Atrazine and Frogs

by Bill Schlesinger

In 2002, a young Berkeley professor, Tyrone Hayes, reported that deformed frogs were most prevalent in farm ponds in counties across the United States where the herbicide atrazine was sold in the largest quantities. Atrazine is a widely used herbicide, especially in corn, to control weeds at planting time. Atrazine affects the photosynthetic mechanism in plants, but its molecular structure is an endocrine disruptor, inasmuch as it resembles the growth hormones of other organisms, including frogs and potentially humans.

Hayes has spent the past 20 years investigating atrazine’s effects on amphibians , finding that at levels of less than a part per billion, atrazine produced growth abnormalities, including the “demasculinization” of male frogs. Needless to say the work was hotly contested, especially by Syngenta (now owned by Bayer Inc.) who was the major producer. Citing the precautionary principle, the European Union banned the use of atrazine in 2004, but the U.S. Environmental Protection Agency has approved atrazine for continued use in the U.S. Various studies attempting to reproduce Hayes’work have reported somewhat inconsistent results, but deformed frogs are still observed in many areas without good explanation.

One of the problems with atrazine is that it is mobile in the environment. It is easily soluble in water, so it is found in runoff and groundwater from fields of application. It is sparingly volatile, but it is often found in rainfall downwind of use. A just-published study has found atrazine in 32% of 900 waterbodies that were sampled across the U.S., at levels of 0.17 parts per billion when detected—within the range that Hayes has found harmful to amphibians. While most atrazine is decomposed by soil microbes within days, a certain fraction can persist for years, accounting for its persistence in groundwater.

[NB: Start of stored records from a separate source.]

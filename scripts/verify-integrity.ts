/**
 * npm run verify-integrity — the log's integrity check from the command line: recomputes the Merkle tree from the
 * stored records, checks every tree head's signature and consistency, and names the first record that no longer
 * matches (lib/use-cases/integrity-check.ts). Exits 0 when everything matches, 1 when something does not, 2 when it
 * could not run. Reads DATABASE_URL and the log's public key from the environment, else from .env.local (`npm start`
 * writes it).
 *
 *   --public-key <file>   check the heads against this PEM public key (one kept apart from the server) instead
 *   --json                print the report as JSON
 */
import fs from "node:fs";
import { createPublicKey } from "node:crypto";
import { loadEnvLocalDefaults } from "./lib/env.mjs";

loadEnvLocalDefaults();
const args = process.argv.slice(2);
const json = args.includes("--json");
const keyFile = args.includes("--public-key") ? args[args.indexOf("--public-key") + 1] : undefined;

const { checkLogIntegrity } = await import("@/lib/use-cases/integrity-check");
const { logPublicKeyFromSettings } = await import("@/lib/jobs/log-public-key");
const { publicKeyFingerprint } = await import("@/lib/integrity/tree-head");
const { pool } = await import("@/db");

try {
  const key = keyFile
    ? (() => {
        const pem = createPublicKey(fs.readFileSync(keyFile, "utf8")).export({ type: "spki", format: "pem" }).toString();
        return { pem, fingerprint: publicKeyFingerprint(pem) };
      })()
    : logPublicKeyFromSettings();
  const report = await checkLogIntegrity({ publicKeyPem: key.pem, fingerprint: key.fingerprint });
  if (json) {
    console.log(JSON.stringify(report, null, 2));
  } else {
    const records = Object.entries(report.records)
      .map(([kind, n]) => `${n} ${kind}`)
      .join(", ");
    console.log(`Gusset integrity check, ${report.checkedAt}`);
    console.log(`  public key   sha256:${key.fingerprint}`);
    console.log(`  leaves       ${report.leaves} sealed, ${report.pending.count} waiting for the sealer`);
    console.log(`  records      ${records}`);
    console.log(`  tree heads   ${report.heads}, ${report.nodes} stored subtrees`);
    if (report.latestHead) {
      console.log(
        `  latest head  size ${report.latestHead.size}, root ${report.latestHead.rootHash}, ${report.latestHead.sealedAt}`,
      );
    }
    console.log(`  took         ${(report.durationMs / 1000).toFixed(1)} s`);
    if (report.ok) {
      console.log(
        "OK: every record matches its leaf, the tree matches every signed head, and every head extends the one before.",
      );
    } else {
      console.log(`NOT OK: ${report.problems.length}${report.problems.length === 50 ? " or more" : ""} problem(s). The first:`);
      for (const problem of report.problems.slice(0, 20)) {
        const where = problem.leafIndex === null ? "not in the tree" : `leaf ${problem.leafIndex}`;
        console.log(`  - [${where}] ${problem.message}`);
      }
    }
  }
  process.exitCode = report.ok ? 0 : 1;
} catch (error) {
  console.error(`verify-integrity: could not run: ${error instanceof Error ? error.message : String(error)}`);
  process.exitCode = 2;
} finally {
  await pool.end();
}
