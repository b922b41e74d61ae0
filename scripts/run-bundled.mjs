// Runs a TypeScript script as the code ships: bundled and minified by esbuild, as the evaluation bundle is
// (scripts/build-evaluation-bundle.mjs), instead of through tsx, whose name-keeping wrappers add a closure and a
// property write to every function made at run time — about 40 % on the evaluation of a large frame.
// Benchmarks that time the evaluation use it:
//
//   node scripts/run-bundled.mjs scripts/bench-standards.ts [args…]
import { spawnSync } from "node:child_process";
import fs from "node:fs";
import os from "node:os";
import path from "node:path";
import { fileURLToPath, pathToFileURL } from "node:url";

const repoRoot = path.resolve(path.dirname(fileURLToPath(import.meta.url)), "..");
const [entry, ...args] = process.argv.slice(2);
if (!entry) {
  console.error("usage: node scripts/run-bundled.mjs <script.ts> [args…]");
  process.exit(2);
}
const { build } = await import("esbuild");

/** The project's own files keep their location: `import.meta.dirname` / `.url` become the source file's. */
const fileLocation = {
  name: "file-location",
  setup(b) {
    b.onLoad({ filter: /\.(ts|tsx|mts)$/ }, async (args) => {
      if (args.path.includes(`${path.sep}node_modules${path.sep}`)) return undefined;
      const text = await fs.promises.readFile(args.path, "utf8");
      return {
        contents: text
          .replaceAll("import.meta.dirname", JSON.stringify(path.dirname(args.path)))
          .replaceAll("import.meta.url", JSON.stringify(pathToFileURL(args.path).href)),
        loader: args.path.endsWith("x") ? "tsx" : "ts",
      };
    });
  },
};
const dir = fs.mkdtempSync(path.join(os.tmpdir(), "gusset-bundled-"));
const outfile = path.join(dir, `${path.basename(entry, path.extname(entry))}.cjs`);
try {
  await build({
    absWorkingDir: repoRoot,
    entryPoints: [entry],
    bundle: true,
    outfile,
    // CommonJS: some libraries (yaml) reach Node builtins with require().
    format: "cjs",
    platform: "node",
    target: ["es2022"],
    minify: true,
    alias: { "@": "." },
    define: { "process.env.NODE_ENV": '"production"' },
    logLevel: "warning",
    plugins: [fileLocation],
  });
  const run = spawnSync(process.execPath, [outfile, ...args], { stdio: "inherit", cwd: repoRoot });
  process.exitCode = run.status ?? 1;
} finally {
  fs.rmSync(dir, { recursive: true, force: true });
}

Atrazine is a classic example of the tradeoffs we face in environmental issues: a chemical that is useful to the farmers who grow our food, enormously profitable to the companies that produce it, yet potentially threatening to humans who are directly and inadvertently exposed. Is its continued use a risk to human health, or are the risks to food prices and corporate profits more important? The producers are few, focused, with deep pockets, and the greatest influence with regulators.

The frogs may be speaking to us, but who speaks for the frogs?

References

Beaulieu, M., H. Cabana, Z. Taranu, and Y. Huot. 2020. Predicting atrazine concentrations in waterbodies across the contiguous United States: the importance of land use, hydrology, and water physiochemistry. Limnology and Oceanography doi: 10.1002/lno.11568

Burt, G. 1974. Volatility of atrazine from plant, soil and glass surfaces. Journal of Environmental Quality 3: 114-117.

Dankwardt, A., S. Wust, W. Elling, E.M. Thurman, and Bertold Hock. 1994. Determination of atrazine in rainfall and surface water by enzyme immunoassay. Environmental Science and Pollution Research 1: 196-204.

Hayes, T., K. Haston, M. Tsu, A. Hoang, C. Haeffele, and A. Vonk. 2002. Herbicides: feminization of male frogs in the wild. Nature 419: 895-896

Hayes, TB; Khoury, V; Narayan, A; Nazir, M; Park, A; Brown, T; Adame, L; Chan, E; et al. 2010. Atrazine induces complete feminization and chemical castration in male African clawed frogs (Xenopus laevis). Proceedings of the National Academy of Sciences of the United States of America. 107 (10): 4612–7.